Data extracted from a collection
------------

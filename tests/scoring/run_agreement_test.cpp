#include "core/scoring/run_agreement.h"
#include "tests/scoring/scoring_fixture.h"

using namespace fourfold;
using Catch::Matchers::WithinAbs;

namespace {
using F = FramingFunction;
} // namespace

TEST_CASE("the run's position against the human band", "[scoring]")
{
    CHECK(bandPosition(0.5, 0.6, 0.8) == QStringLiteral("below"));
    CHECK(bandPosition(0.6, 0.6, 0.8) == QStringLiteral("inside"));
    CHECK(bandPosition(0.7, 0.6, 0.8) == QStringLiteral("inside"));
    CHECK(bandPosition(0.81, 0.6, 0.8) == QStringLiteral("above"));
    CHECK(bandPosition(std::nullopt, 0.6, 0.8) == QStringLiteral("undefined"));
    CHECK(bandPosition(0.7, std::nullopt, std::nullopt) == QStringLiteral("undefined"));
}

TEST_CASE_METHOD(
    test::ScoringFixture, "a run that copies one coder joins the humans as that coder", "[scoring]")
{
    const CoderId c1 = addCoder(QStringLiteral("C01"));
    const CoderId c2 = addCoder(QStringLiteral("C02"));
    // Both coders code both articles; they agree on some sentences and not on others.
    code(f1, c1, F::Problem, 0, 40);
    code(f1, c1, F::Remedy, 75, 107);
    code(f2, c1, F::Problem, 0, 39);
    code(f1, c2, F::Problem, 0, 40);
    code(f1, c2, F::Problem, 108, 125);
    code(f2, c2, F::Remedy, 62, 85);
    code(f1, c2, F::Remedy, 75, 107);
    storeRun(QStringLiteral("copy"),
        {{f1, F::Problem, 0, 40}, {f1, F::Remedy, 75, 107}, {f2, F::Problem, 0, 39}});
    auto a = runAgreement(project, QStringLiteral("copy"), RunAgreementOptions {});
    REQUIRE(a);
    CHECK(a->coders == QStringList {QStringLiteral("C01"), QStringLiteral("C02")});
    const FunctionBand &problem = a->functions[std::size_t(F::Problem)];
    REQUIRE(problem.humanPairs.size() == 1);
    REQUIRE(problem.runPairs.size() == 2);
    REQUIRE(problem.humanPairs[0].alpha);
    const double humans = *problem.humanPairs[0].alpha;
    CHECK(humans < 1.0);
    // Property: the run's column equals C01's, so alpha(run, C01) = 1 and alpha(run, C02) =
    // alpha(C01, C02); the band is the one human pair, and the run's mean lies above it.
    CHECK_THAT(*problem.runPairs[0].alpha, WithinAbs(1.0, 1e-12));
    CHECK_THAT(*problem.runPairs[1].alpha, WithinAbs(humans, 1e-12));
    CHECK_THAT(*problem.runMean, WithinAbs((1.0 + humans) / 2, 1e-12));
    CHECK(*problem.bandLow == humans);
    CHECK(*problem.bandHigh == humans);
    CHECK(problem.position == QStringLiteral("above"));
    // With two humans, alpha over all humans is their pairwise alpha.
    CHECK(problem.humansAlpha == humans);

    // Remedy: C01 and C02 agree on f1, C02 adds one on f2; the run copies C01.
    const FunctionBand &remedy = a->functions[std::size_t(F::Remedy)];
    REQUIRE(remedy.runPairs[0].alpha);
    CHECK_THAT(*remedy.runPairs[0].alpha, WithinAbs(1.0, 1e-12));
    // Cause: nobody marked it, so only "absent" occurs and alpha is undefined (never 1).
    const FunctionBand &cause = a->functions[std::size_t(F::Cause)];
    CHECK_FALSE(cause.runMean.has_value());
    CHECK(cause.position == QStringLiteral("undefined"));
}

TEST_CASE_METHOD(test::ScoringFixture, "the band needs two humans and a known run", "[scoring]")
{
    const CoderId c1 = addCoder(QStringLiteral("C01"));
    code(f1, c1, F::Problem, 0, 40);
    storeRun(QStringLiteral("r"), {{f1, F::Problem, 0, 40}});
    auto one = runAgreement(project, QStringLiteral("r"), RunAgreementOptions {});
    REQUIRE_FALSE(one);
    CHECK(one.error().code == ErrorCode::InvalidArgument);
    auto unknown = runAgreement(project, QStringLiteral("nope"), RunAgreementOptions {});
    REQUIRE_FALSE(unknown);
    CHECK(unknown.error().code == ErrorCode::NotFound);
    RunAgreementOptions continuum;
    continuum.unit = UnitKind::Continuum;
    CHECK_FALSE(runAgreement(project, QStringLiteral("r"), continuum));
}
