TEST_CASE("merge and accept candidates carry every coder's span as provenance")
{
    const std::vector<Annotation> spans {span(1, kA, F::Cause, 0, 10, polarity("x")),
        span(2, kB, F::Cause, 0, 10, polarity("x")), span(3, kC, F::Cause, 4, 14)};
    const auto passages = comparePassages(spans, {kA, kB, kC});
    REQUIRE(passages.size() == 1);
    const GoldCandidate accept = acceptCandidate(passages[0], spans[1]);
    CHECK(accept.sources == std::vector<AnnotationId> {AnnotationId {1}, AnnotationId {2}});
    CHECK(accept.content.range == TextRange {0, 10});
    auto merged = mergeCandidate({spans[0], spans[2]});
    REQUIRE(merged);
    CHECK(merged->content.range == TextRange {0, 14});
    CHECK(merged->sources.size() == 2);
    auto mixed = mergeCandidate({spans[0], span(4, kB, F::Remedy, 0, 3)});
    REQUIRE_FALSE(mixed);
    CHECK(mixed.error().code == ErrorCode::InvalidArgument);
    CHECK_FALSE(mergeCandidate({}));
}

namespace {

// kTwoArticles' f1: "The ferry to Brakwater will stop in May. Dr. Ilse Varn blames the budget.\n\n
// The council must find the money. It is a disgrace."
struct CompareFixture : ProjectFixture {
    ArticleId f1;
    CoderId c1, c2, lead;
    CompareFixture()
    {
        importJsonl(kTwoArticles);
        f1 = articleId(QStringLiteral("f1"));
        c1 = addCoder(QStringLiteral("C01"));
        c2 = addCoder(QStringLiteral("C02"));
        auto l =
            addOlderLeadForTesting(project, QStringLiteral("Test lead"), QStringLiteral("L01"));
        REQUIRE(l);
        lead = *l;
        add(c1, F::Problem, 0, 40); // both: agreed
        add(c2, F::Problem, 0, 40);
        add(c1, F::Cause, 41, 73); // boundary
        add(c2, F::Cause, 55, 73);
        add(c1, F::Remedy, 75, 107); // only C01
        markDone(project, f1, c1);
        markDone(project, f1, c2);
    }
    AnnotationId add(CoderId coder, F f, qint64 start, qint64 end)
    {
        AddAnnotationEdit e(f1, coder, AnnotationContent {f, {start, end}, {}, {}, {}});
        REQUIRE(project.apply(e));
        return e.annotationId();
    }
    QString rawDump()
    {
        return dumpDatabase(databaseForTesting(project),
            {QStringLiteral("event_log"), QStringLiteral("gold_annotation"),
                QStringLiteral("gold_source"), QStringLiteral("gold_rejection")});
    }
};

} // namespace

TEST_CASE("an article's comparison, its filters and the queue")
{
    CompareFixture f;
    auto c = compareArticle(f.project, f.f1);
    REQUIRE(c);
    CHECK(c->coders == std::vector<CoderId> {f.c1, f.c2});
    REQUIRE(c->passages.size() == 3);
    CHECK(c->passages[0].isAgreed());
    CHECK(c->passages[1].kinds == bit(K::Boundary));
    CHECK(c->passages[2].kinds == bit(K::Presence));

    auto causeOnly = compareArticle(f.project, f.f1, ComparisonFilter {F::Cause, {}});
    REQUIRE(causeOnly);
    REQUIRE(causeOnly->passages.size() == 1);
    CHECK(causeOnly->passages[0].range == TextRange {41, 73});

    auto pair = compareArticle(f.project, f.f1, ComparisonFilter {{}, std::pair {f.c1, f.lead}});
    REQUIRE_FALSE(pair);
    CHECK(pair.error().code == ErrorCode::InvalidArgument);

    auto queue = disagreementQueue(f.project);
    REQUIRE(queue);
    REQUIRE(queue->size() == 1); // f2 has no coder at all
    CHECK(queue->front().article.externalId == QStringLiteral("f1"));
    CHECK(queue->front().passages == 3);
    CHECK(queue->front().disagreements == 2);
    CHECK(queue->front().unresolved == 2);
    CHECK(queue->front().agreedOpen == 1);
    CHECK(queue->front().byKind[size_t(K::Boundary)] == 1);
    CHECK(queue->front().byKind[size_t(K::Presence)] == 1);
}

TEST_CASE("accepting agreed spans and rejecting spans change gold only, and undo completely")
{
    CompareFixture f;
    const QString raw = f.rawDump();
    const QString before = dumpDatabase(databaseForTesting(f.project));
    auto c = compareArticle(f.project, f.f1);
    REQUIRE(c);
    auto agreed = agreedCandidates(*c);
    REQUIRE(agreed.size() == 1);
    CHECK(agreed[0].sources.size() == 2); // both coders had it
    AcceptSpansEdit accept(f.f1, f.lead, agreed, QStringLiteral("Both coders agree."));
    REQUIRE(f.project.apply(accept));
    auto gold = f.project.goldAnnotations(f.f1);
    REQUIRE(gold);
    REQUIRE(gold->size() == 1);
    CHECK(gold->front().quote == QStringLiteral("The ferry to Brakwater will stop in May."));
    CHECK(gold->front().sources.size() == 2);
    CHECK(gold->front().rationale == QStringLiteral("Both coders agree."));

    // Reject C01's remedy span (only C01 had it).
    const AnnotationId remedy = c->passages[2].spans[0].id;
    RejectSpansEdit reject({remedy}, f.lead, QStringLiteral("Not a recommendation."));
    REQUIRE(f.project.apply(reject));
    auto rejections = f.project.goldRejections(f.f1);
    REQUIRE(rejections);
    REQUIRE(rejections->size() == 1);
    CHECK(rejections->front().annotation == remedy);
    CHECK(rejections->front().rationale == QStringLiteral("Not a recommendation."));
    RejectSpansEdit again({remedy}, f.lead, {});
    CHECK_FALSE(f.project.apply(again));
    RejectSpansEdit byCoder({remedy}, f.c1, {});
    auto st = f.project.apply(byCoder);
    REQUIRE_FALSE(st);
    CHECK(st.error().code == ErrorCode::InvalidArgument);

    auto after = compareArticle(f.project, f.f1);
    REQUIRE(after);
    CHECK(after->passages[0].isResolved());
    CHECK_FALSE(after->passages[1].isResolved());
    CHECK(after->passages[2].isResolved());
    CHECK(agreedCandidates(*after).empty());
    auto queue = disagreementQueue(f.project);
    REQUIRE(queue);
    CHECK(queue->front().unresolved == 1);
    CHECK(queue->front().agreedOpen == 0);

    // The coders' own spans never changed.
    CHECK(f.rawDump() == raw);
    REQUIRE(f.project.revert(reject));
    REQUIRE(f.project.revert(accept));
    CHECK(dumpDatabase(databaseForTesting(f.project)) == before);
    REQUIRE(f.project.apply(accept)); // redo keeps the same gold uuids
    CHECK(f.project.goldAnnotations(f.f1)->size() == 1);
}

TEST_CASE("accepting spans is all-or-nothing")
{
    CompareFixture f;
    const QString before = dumpDatabase(databaseForTesting(f.project));
    std::vector<GoldCandidate> spans {
        GoldCandidate {AnnotationContent {F::Problem, {0, 40}, {}, {}, {}}, {}},
        GoldCandidate {AnnotationContent {F::Problem, {0, 4000}, {}, {}, {}}, {}}};
    AcceptSpansEdit accept(f.f1, f.lead, spans, {});
    REQUIRE_FALSE(f.project.apply(accept));
    CHECK(dumpDatabase(databaseForTesting(f.project)) == before);
    AcceptSpansEdit none(f.f1, f.lead, {}, {});
    CHECK_FALSE(f.project.apply(none));
}

TEST_CASE("the comparison queue reads the same few statements for 6 and for 18 articles")
{
    qint64 counts[2] = {};
    int i = 0;
    for (int n : {6, 18}) {
        DoubleCodedProject p(n);
        qint64 rows = -1;
        counts[i++] = p.statementsRunBy([&] {
            auto queue = disagreementQueue(p.project);
            REQUIRE(queue);
            rows = qint64(queue->size());
        });
        // Every article has two coders who disagree on the second span's function.
        CHECK(rows == n);
    }
    CHECK(counts[0] == counts[1]);
    CHECK(counts[0] > 0);
    CHECK(counts[0] <= 12);
}

TEST_CASE("opening one article to compare reads its own rows only at any size")
{
    // Which coders count on the article comes from its own assignments and codings (indexed),
    // not from a scan of every assignment of the project.
    qint64 rows[2] = {};
    int i = 0;
    for (int n : {6, 30}) {
        DoubleCodedProject p(n);
        const ArticleId article = p.articles[1]; // coded by two coders, no gold
        rows[i++] = p.rowsReadBy([&] {
            auto comparison = compareArticle(p.project, article);
            REQUIRE(comparison);
            CHECK(comparison->coders.size() == 2);
            CHECK(comparison->passages.size() == 2);
        });
    }
    CHECK(rows[0] == rows[1]);
    CHECK(rows[0] > 0);
}

TEST_CASE("a decision recomputes one queue row with the same few statements at any size")
{
    qint64 counts[2] = {};
    int i = 0;
    for (int n : {6, 18}) {
        DoubleCodedProject p(n);
        auto queue = disagreementQueue(p.project);
        REQUIRE(queue);
        REQUIRE_FALSE(queue->empty());
        ArticleDisagreement row = queue->front();
        const int open = row.unresolved;
        REQUIRE(open > 0);
        // The lead rejects every span of the article's disagreeing passages.
        auto comparison = compareArticle(p.project, row.article.id);
        REQUIRE(comparison);
        for (const Passage &passage : comparison->passages)
            if (!passage.isAgreed() && !passage.isResolved()) {
                std::vector<AnnotationId> spans;
                for (const Annotation &a : passage.spans)
                    spans.push_back(a.id);
                RejectSpansEdit reject(spans, p.lead, QStringLiteral("not a frame element"));
                REQUIRE(p.project.apply(reject));
            }
        counts[i++] = p.statementsRunBy([&] {
            auto updated = articleDisagreement(p.project, row);
            REQUIRE(updated);
            CHECK(updated->unresolved == 0);
            CHECK(updated->disagreements == row.disagreements);
            // The same as the full queue computes for that article.
            auto again = disagreementQueue(p.project);
            REQUIRE(again);
            for (const ArticleDisagreement &r : *again)
                if (r.article.id == row.article.id) {
                    CHECK(r.unresolved == updated->unresolved);
                    CHECK(r.passages == updated->passages);
                    CHECK(r.agreedOpen == updated->agreedOpen);
                }
        });
    }
    CHECK(counts[0] == counts[1]);
}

------------

Your objective
Your task is to restate, word for word, the lines from the beginning of the records to the line with "CHECK(bandPosition(0.7, 0.6, 0.8)", inclusive.

The completed task
filename tests/scoring/run_agreement_test.cpp
#include "core/scoring/run_agreement.h"
#include "tests/scoring/scoring_fixture.h"

using namespace fourfold;
using Catch::Matchers::WithinAbs;

namespace {
using F = FramingFunction;
} // namespace

TEST_CASE("the run's position against the human band", "[scoring]")
{
    CHECK(bandPosition(0.5, 0.6, 0.8) == QStringLiteral("below"));
    CHECK(bandPosition(0.6, 0.6, 0.8) == QStringLiteral("inside"));
    CHECK(bandPosition(0.7, 0.6, 0.8) == QStringLiteral("inside"));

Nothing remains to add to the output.